According to Al Jazeera, Dubai saw “more than a year and a half’s rain in just a few hours” beginning Tuesday, which amounted to 5.59 inches of rain in just 24 hours. Infrastructurally unequipped for such a downpour, Dubai residents and travelers found themselves trapped at home, on the streets, and in Dubai’s international airport, a busy travel hub.
The immediate suspect of such an un-natural disaster was cloud seeding, a practice often employed in the region to combat water shortages. The UAE, located in a dry, desert region, has performed cloud-seeding since the 90s. The process targets moist clouds and instigates rain from them. While cloud seeding indeed causes unnatural amounts of rain, the city has recently managed its endeavors. The incredible rain this past week suggests a larger culprit: climate change.
According to Al Jazeera, experts are pointing their fingers at climate change, citing that “you can’t create rain out of thin air per se and get six inches of water.” For this reason, they believe that this unprecedented weather was “likely due to a normal weather system that was exacerbated by climate change,” not cloud seeding.

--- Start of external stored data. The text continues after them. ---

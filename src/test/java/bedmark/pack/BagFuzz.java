package bedmark.pack;

import java.io.IOException;
import java.nio.charset.StandardCharsets;
import java.nio.file.Files;
import java.nio.file.Path;
import java.util.ArrayList;
import java.util.Arrays;
import java.util.List;
import java.util.Map;

/**
 * A target for coverage-guided fuzzing behind the signature, which no fuzzer guesses: the bytes are files of a bag, each
 * up to a line {@code ----}, and the bag is signed as it stands.
 */
public final class BagFuzz {
    private static final byte[] BETWEEN = "\n----\n".getBytes(StandardCharsets.US_ASCII);
    private static final List<String> TAGS = List.of("bagit.txt", "bag-info.txt", "manifest-sha256.txt",
            "manifest-md5.txt", "notes.txt");

    private BagFuzz() {
    }

    /** Made when the first input comes. */
    private static final class Signer {
        private static final DeviceKey KEY = key();

        private static DeviceKey key() {
            try {
                Path folder = Files.createTempDirectory("fuzz-key");
                folder.toFile().deleteOnExit();
                folder.resolve(DeviceKey.FILE).toFile().deleteOnExit();
                return DeviceKey.of(folder);
            } catch (IOException e) {
                throw new IllegalStateException(e);
            }
        }
    }

    /** Loads what the first input needs, which is no part of its time. */
    public static void fuzzerInitialize() {
        fuzzerTestOneInput(new byte[0]);
    }

    /** The name and form that fuzzers look for. */
    public static void fuzzerTestOneInput(byte[] data) {
        PackFuzz.fuzzerTestOneInput(pack(data));
    }

    /** Bundle, photo and tag files, in this order; what is left out or empty is as in a sound bag. */
    static byte[] pack(byte[] data) {
        BagForge bag = new BagForge(Signer.KEY);
        List<byte[]> parts = parts(data);
        replace(bag.payload, "data/bundle.json", parts, 0);
        replace(bag.payload, "data/photos/a.png", parts, 1);
        for (int i = 0; i < TAGS.size(); i++) {
            replace(bag.tags, TAGS.get(i), parts, i + 2);
        }
        return ZipForge.of(bag.files()).build();
    }

    private static void replace(Map<String, byte[]> files, String name, List<byte[]> parts, int index) {
        if (index < parts.size() && parts.get(index).length > 0) {
            files.put(name, parts.get(index));
        }
    }

    private static List<byte[]> parts(byte[] data) {
        List<byte[]> parts = new ArrayList<>();
        int from = 0;
        for (int at = 0; at + BETWEEN.length <= data.length; at++) {
            if (Arrays.equals(data, at, at + BETWEEN.length, BETWEEN, 0, BETWEEN.length)) {
                parts.add(Arrays.copyOfRange(data, from, at));
                from = at + BETWEEN.length;
                at = from - 1;
            }
        }
        parts.add(Arrays.copyOfRange(data, from, data.length));
        return parts;
    }
}
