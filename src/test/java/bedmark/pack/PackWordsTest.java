package bedmark.pack;

import static org.junit.jupiter.api.Assertions.assertEquals;
import static org.junit.jupiter.api.Assertions.assertFalse;
import static org.junit.jupiter.api.Assertions.assertTrue;

import bedmark.words.Words;
import java.io.IOException;
import java.nio.file.Files;
import java.nio.file.Path;
import java.util.Locale;
import java.util.ResourceBundle;
import java.util.Set;
import java.util.TreeSet;
import java.util.regex.Matcher;
import java.util.regex.Pattern;
import java.util.stream.Collectors;
import java.util.stream.Stream;
import org.junit.jupiter.api.Test;

/** Every reason that this package gives has its sentence in both languages, and no sentence is left over. */
class PackWordsTest {
    private static final Pattern CODE = Pattern.compile("\"((pack|zip|bag|name|device-key|receipt)-[a-z0-9]+(-[a-z0-9]+)*)\"");

    private static Set<String> codes() throws IOException {
        Set<String> codes = new TreeSet<>();
        try (Stream<Path> sources = Files.list(Path.of("src/main/java/bedmark/pack"))) {
            for (Path source : sources.toList()) {
                Matcher code = CODE.matcher(Files.readString(source));
                while (code.find()) {
                    codes.add(code.group(1));
                }
            }
        }
        return codes;
    }

    @Test
    void everyReasonHasItsSentenceInEveryLanguage() throws IOException {
        for (Locale language : Words.LANGUAGES) {
            Words words = new Words(language);
            for (String code : codes()) {
                assertTrue(words.has("defect." + code), language + " lacks " + code);
                String sentence = words.text("defect." + code, "HERE", "ONE", "TWO");
                assertFalse(sentence.contains("{"), sentence);
                assertTrue(sentence.endsWith("."), sentence);
            }
        }
    }

    @Test
    void noSentenceIsLeftOver() throws IOException {
        Set<String> written = ResourceBundle.getBundle("bedmark.words.defect", Locale.ROOT).keySet().stream()
                .filter(code -> CODE.matcher("\"" + code + "\"").matches())
                .collect(Collectors.toCollection(TreeSet::new));
        assertEquals(codes(), written);
    }
}
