package bedmark.pack;

import bedmark.journal.FileLayer;
import bedmark.journal.ForwardingLayer;
import java.io.IOException;
import java.nio.ByteBuffer;
import java.nio.file.Path;
import java.util.ArrayList;
import java.util.List;
import java.util.function.Supplier;

/** A disk whose nth step fails, and with it, if it is gone for good, every later one but deleting. */
final class FailingDisk extends ForwardingLayer {
    private final int failing;
    private final boolean forGood;
    private final Supplier<IOException> failure;
    final List<String> steps = new ArrayList<>();
    long free = 1L << 40;

    FailingDisk(int failing, boolean forGood, Supplier<IOException> failure) {
        super(FileLayer.disk());
        this.failing = failing;
        this.forGood = forGood;
        this.failure = failure;
    }

    private void step(String name) throws IOException {
        steps.add(name);
        if (steps.size() == failing || forGood && steps.size() > failing) {
            throw failure.get();
        }
    }

    @Override
    public Output create(Path file) throws IOException {
        step("create");
        return new FailingOutput(super.create(file));
    }

    @Override
    public Output createPrivate(Path file) throws IOException {
        step("create");
        return new FailingOutput(super.createPrivate(file));
    }

    @Override
    public void move(Path from, Path to) throws IOException {
        step("move");
        super.move(from, to);
    }

    @Override
    public void forceFolder(Path folder) throws IOException {
        step("force folder");
        super.forceFolder(folder);
    }

    @Override
    public long usableSpace(Path folder) {
        return free;
    }

    private final class FailingOutput extends ForwardingOutput {
        FailingOutput(Output output) {
            super(output);
        }

        /** A failing write still leaves half of the bytes. */
        @Override
        public void write(ByteBuffer bytes) throws IOException {
            try {
                step("write");
            } catch (IOException e) {
                super.write(bytes.duplicate().limit(bytes.position() + bytes.remaining() / 2));
                throw e;
            }
            super.write(bytes);
        }

        @Override
        public void force() throws IOException {
            step("force");
            super.force();
        }

        @Override
        public void close() throws IOException {
            super.close();
            step("close");
        }
    }
}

A warming planet means warmer oceans. The UAE is situated along the Persian Gulf and the Gulf of Oman. This, along with the hot air of the desert climate, makes for a heightened storm environment, or convection, Al Jazeera reported. Therefore, according to Mark Howden, a director at The Australian National University’s Institute for Climate, Energy and Disaster Solutions, climate change is responsible for the “bigger dumps of rainfall such as what we have just seen in Dubai.”
Meteorologists also note that the storm made its appearance on forecasts days prior, further proving that cloud seeding, which results in almost immediate rainfall, is not at fault. Similarly, Suzanne Gray, a professor of meteorology at the University of Reading, points out that there have been “nearly 100 such events over the southern Arabian Peninsula from 2000 to 2020, with most in March and April,” cited Al Jazeera. What is crucial to note here is that these events occur typically during the rainy season, but meteorologists have observed that they have occurred throughout the century thus far, which further implicates climate change.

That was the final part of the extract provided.